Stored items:

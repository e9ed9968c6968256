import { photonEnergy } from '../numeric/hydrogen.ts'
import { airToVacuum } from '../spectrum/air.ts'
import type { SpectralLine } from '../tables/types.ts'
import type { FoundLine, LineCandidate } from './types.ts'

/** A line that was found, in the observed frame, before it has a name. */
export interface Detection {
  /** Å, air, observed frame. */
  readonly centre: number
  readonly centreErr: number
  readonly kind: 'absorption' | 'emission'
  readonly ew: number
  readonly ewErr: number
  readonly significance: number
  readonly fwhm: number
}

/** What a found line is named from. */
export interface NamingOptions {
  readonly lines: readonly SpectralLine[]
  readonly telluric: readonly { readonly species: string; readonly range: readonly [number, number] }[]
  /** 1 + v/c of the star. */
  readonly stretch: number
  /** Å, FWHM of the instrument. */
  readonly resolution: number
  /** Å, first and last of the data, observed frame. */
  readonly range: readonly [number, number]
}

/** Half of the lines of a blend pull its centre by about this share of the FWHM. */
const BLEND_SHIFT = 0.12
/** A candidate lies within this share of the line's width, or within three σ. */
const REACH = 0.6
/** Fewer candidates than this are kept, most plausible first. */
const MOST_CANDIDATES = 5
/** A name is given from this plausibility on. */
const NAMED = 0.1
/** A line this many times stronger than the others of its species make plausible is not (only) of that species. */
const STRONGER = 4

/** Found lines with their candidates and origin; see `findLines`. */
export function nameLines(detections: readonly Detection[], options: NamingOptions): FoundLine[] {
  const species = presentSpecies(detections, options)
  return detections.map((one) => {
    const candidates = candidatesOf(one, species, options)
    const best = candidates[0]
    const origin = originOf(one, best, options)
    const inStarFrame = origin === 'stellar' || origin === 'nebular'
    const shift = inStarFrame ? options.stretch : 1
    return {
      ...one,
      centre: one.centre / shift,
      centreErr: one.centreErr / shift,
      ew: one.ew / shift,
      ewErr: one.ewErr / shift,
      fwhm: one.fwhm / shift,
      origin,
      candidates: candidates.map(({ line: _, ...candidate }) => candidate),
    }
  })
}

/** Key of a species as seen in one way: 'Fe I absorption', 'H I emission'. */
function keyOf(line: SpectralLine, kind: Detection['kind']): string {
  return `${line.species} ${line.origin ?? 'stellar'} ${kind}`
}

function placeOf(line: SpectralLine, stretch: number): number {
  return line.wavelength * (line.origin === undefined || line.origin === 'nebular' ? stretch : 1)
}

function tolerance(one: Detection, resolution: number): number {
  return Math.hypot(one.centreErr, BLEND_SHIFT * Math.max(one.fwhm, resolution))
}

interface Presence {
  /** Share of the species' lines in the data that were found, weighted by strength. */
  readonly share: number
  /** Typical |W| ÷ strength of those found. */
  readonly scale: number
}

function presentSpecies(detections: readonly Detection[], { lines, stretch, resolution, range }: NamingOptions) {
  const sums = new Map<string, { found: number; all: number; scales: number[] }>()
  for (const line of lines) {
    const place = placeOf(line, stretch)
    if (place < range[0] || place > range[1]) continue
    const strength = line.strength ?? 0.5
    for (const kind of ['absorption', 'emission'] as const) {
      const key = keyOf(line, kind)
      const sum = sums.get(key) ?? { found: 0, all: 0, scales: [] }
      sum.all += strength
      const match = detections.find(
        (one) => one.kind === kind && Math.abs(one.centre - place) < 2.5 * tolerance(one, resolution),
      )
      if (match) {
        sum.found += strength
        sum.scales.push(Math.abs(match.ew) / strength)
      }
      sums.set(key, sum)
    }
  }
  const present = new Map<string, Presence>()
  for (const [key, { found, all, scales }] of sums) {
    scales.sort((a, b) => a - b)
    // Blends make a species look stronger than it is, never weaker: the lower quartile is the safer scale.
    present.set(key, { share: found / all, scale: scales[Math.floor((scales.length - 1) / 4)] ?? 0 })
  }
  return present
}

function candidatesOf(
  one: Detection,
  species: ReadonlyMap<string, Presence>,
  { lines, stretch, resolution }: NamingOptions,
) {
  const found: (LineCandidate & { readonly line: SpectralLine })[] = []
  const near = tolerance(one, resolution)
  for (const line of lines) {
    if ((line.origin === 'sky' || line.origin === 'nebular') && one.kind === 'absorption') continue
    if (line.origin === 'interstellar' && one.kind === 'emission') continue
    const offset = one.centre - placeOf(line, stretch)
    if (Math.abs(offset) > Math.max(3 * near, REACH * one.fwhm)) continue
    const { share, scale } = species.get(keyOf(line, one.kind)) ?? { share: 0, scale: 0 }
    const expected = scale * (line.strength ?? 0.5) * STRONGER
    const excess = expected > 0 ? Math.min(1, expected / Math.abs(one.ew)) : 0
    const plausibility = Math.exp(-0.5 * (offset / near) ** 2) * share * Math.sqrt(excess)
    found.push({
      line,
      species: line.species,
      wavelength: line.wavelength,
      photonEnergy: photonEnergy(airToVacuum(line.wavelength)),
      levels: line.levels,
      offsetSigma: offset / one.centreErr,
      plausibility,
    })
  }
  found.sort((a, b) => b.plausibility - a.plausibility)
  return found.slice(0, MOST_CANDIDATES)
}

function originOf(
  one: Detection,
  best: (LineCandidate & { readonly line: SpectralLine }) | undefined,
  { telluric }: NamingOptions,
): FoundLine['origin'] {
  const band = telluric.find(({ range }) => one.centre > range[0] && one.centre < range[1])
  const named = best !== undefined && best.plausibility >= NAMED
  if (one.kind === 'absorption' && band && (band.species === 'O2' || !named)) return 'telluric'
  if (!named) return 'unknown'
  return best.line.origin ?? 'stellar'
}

▶ _Exercise goal_
Return the entries above in full and exactly as written.

▶ _Solution_
repository e9ed9968c6968256
import { photonEnergy } from '../numeric/hydrogen.ts'
import { airToVacuum } from '../spectrum/air.ts'
import type { SpectralLine } from '../tables/types.ts'
import type { FoundLine, LineCandidate } from './types.ts'

/** A line that was found, in the observed frame, before it has a name. */
export interface Detection {
  /** Å, air, observed frame. */
  readonly centre: number
  readonly centreErr: number
  readonly kind: 'absorption' | 'emission'
  readonly ew: number
  readonly ewErr: number
  readonly significance: number
  readonly fwhm: number
}

/** What a found line is named from. */
export interface NamingOptions {
  readonly lines: readonly SpectralLine[]
  readonly telluric: readonly { readonly species: string; readonly range: readonly [number, number] }[]
  /** 1 + v/c of the star. */
  readonly stretch: number
  /** Å, FWHM of the instrument. */
  readonly resolution: number
  /** Å, first and last of the data, observed frame. */
  readonly range: readonly [number, number]
}

/** Half of the lines of a blend pull its centre by about this share of the FWHM. */
const BLEND_SHIFT = 0.12
/** A candidate lies within this share of the line's width, or within three σ. */
const REACH = 0.6
/** Fewer candidates than this are kept, most plausible first. */
const MOST_CANDIDATES = 5
/** A name is given from this plausibility on. */
const NAMED = 0.1
/** A line this many times stronger than the others of its species make plausible is not (only) of that species. */
const STRONGER = 4

/** Found lines with their candidates and origin; see `findLines`. */
export function nameLines(detections: readonly Detection[], options: NamingOptions): FoundLine[] {
  const species = presentSpecies(detections, options)
  return detections.map((one) => {
    const candidates = candidatesOf(one, species, options)
    const best = candidates[0]
    const origin = originOf(one, best, options)
    const inStarFrame = origin === 'stellar' || origin === 'nebular'
    const shift = inStarFrame ? options.stretch : 1
    return {
      ...one,
      centre: one.centre / shift,
      centreErr: one.centreErr / shift,
      ew: one.ew / shift,
      ewErr: one.ewErr / shift,
      fwhm: one.fwhm / shift,
      origin,
      candidates: candidates.map(({ line: _, ...candidate }) => candidate),
    }
  })
}

/** Key of a species as seen in one way: 'Fe I absorption', 'H I emission'. */
function keyOf(line: SpectralLine, kind: Detection['kind']): string {
  return `${line.species} ${line.origin ?? 'stellar'} ${kind}`
}

function placeOf(line: SpectralLine, stretch: number): number {
  return line.wavelength * (line.origin === undefined || line.origin === 'nebular' ? stretch : 1)
}

function tolerance(one: Detection, resolution: number): number {
  return Math.hypot(one.centreErr, BLEND_SHIFT * Math.max(one.fwhm, resolution))
}

interface Presence {
  /** Share of the species' lines in the data that were found, weighted by strength. */
  readonly share: number
  /** Typical |W| ÷ strength of those found. */
  readonly scale: number
}

function presentSpecies(detections: readonly Detection[], { lines, stretch, resolution, range }: NamingOptions) {
  const sums = new Map<string, { found: number; all: number; scales: number[] }>()
  for (const line of lines) {
    const place = placeOf(line, stretch)
    if (place < range[0] || place > range[1]) continue
    const strength = line.strength ?? 0.5
    for (const kind of ['absorption', 'emission'] as const) {
      const key = keyOf(line, kind)
      const sum = sums.get(key) ?? { found: 0, all: 0, scales: [] }
      sum.all += strength
      const match = detections.find(
        (one) => one.kind === kind && Math.abs(one.centre - place) < 2.5 * tolerance(one, resolution),
      )
      if (match) {
        sum.found += strength
        sum.scales.push(Math.abs(match.ew) / strength)
      }
      sums.set(key, sum)
    }
  }
  const present = new Map<string, Presence>()
  for (const [key, { found, all, scales }] of sums) {
    scales.sort((a, b) => a - b)
    // Blends make a species look stronger than it is, never weaker: the lower quartile is the safer scale.
    present.set(key, { share: found / all, scale: scales[Math.floor((scales.length - 1) / 4)] ?? 0 })
  }
  return present
}

function candidatesOf(
  one: Detection,
  species: ReadonlyMap<string, Presence>,
  { lines, stretch, resolution }: NamingOptions,
) {
  const found: (LineCandidate & { readonly line: SpectralLine })[] = []
  const near = tolerance(one, resolution)
  for (const line of lines) {
    if ((line.origin === 'sky' || line.origin === 'nebular') && one.kind === 'absorption') continue
    if (line.origin === 'interstellar' && one.kind === 'emission') continue
    const offset = one.centre - placeOf(line, stretch)
    if (Math.abs(offset) > Math.max(3 * near, REACH * one.fwhm)) continue
    const { share, scale } = species.get(keyOf(line, one.kind)) ?? { share: 0, scale: 0 }
    const expected = scale * (line.strength ?? 0.5) * STRONGER
    const excess = expected > 0 ? Math.min(1, expected / Math.abs(one.ew)) : 0
    const plausibility = Math.exp(-0.5 * (offset / near) ** 2) * share * Math.sqrt(excess)
    found.push({
      line,
      species: line.species,
      wavelength: line.wavelength,
      photonEnergy: photonEnergy(airToVacuum(line.wavelength)),
      levels: line.levels,
      offsetSigma: offset / one.centreErr,
      plausibility,
    })
  }
  found.sort((a, b) => b.plausibility - a.plausibility)
  return found.slice(0, MOST_CANDIDATES)
}

function originOf(
  one: Detection,
  best: (LineCandidate & { readonly line: SpectralLine }) | undefined,
  { telluric }: NamingOptions,
): FoundLine['origin'] {
  const band = telluric.find(({ range }) => one.centre > range[0] && one.centre < range[1])
  const named = best !== undefined && best.plausibility >= NAMED
  if (one.kind === 'absorption' && band && (band.species === 'O2' || !named)) return 'telluric'
  if (!named) return 'unknown'
  return best.line.origin ?? 'stellar'
}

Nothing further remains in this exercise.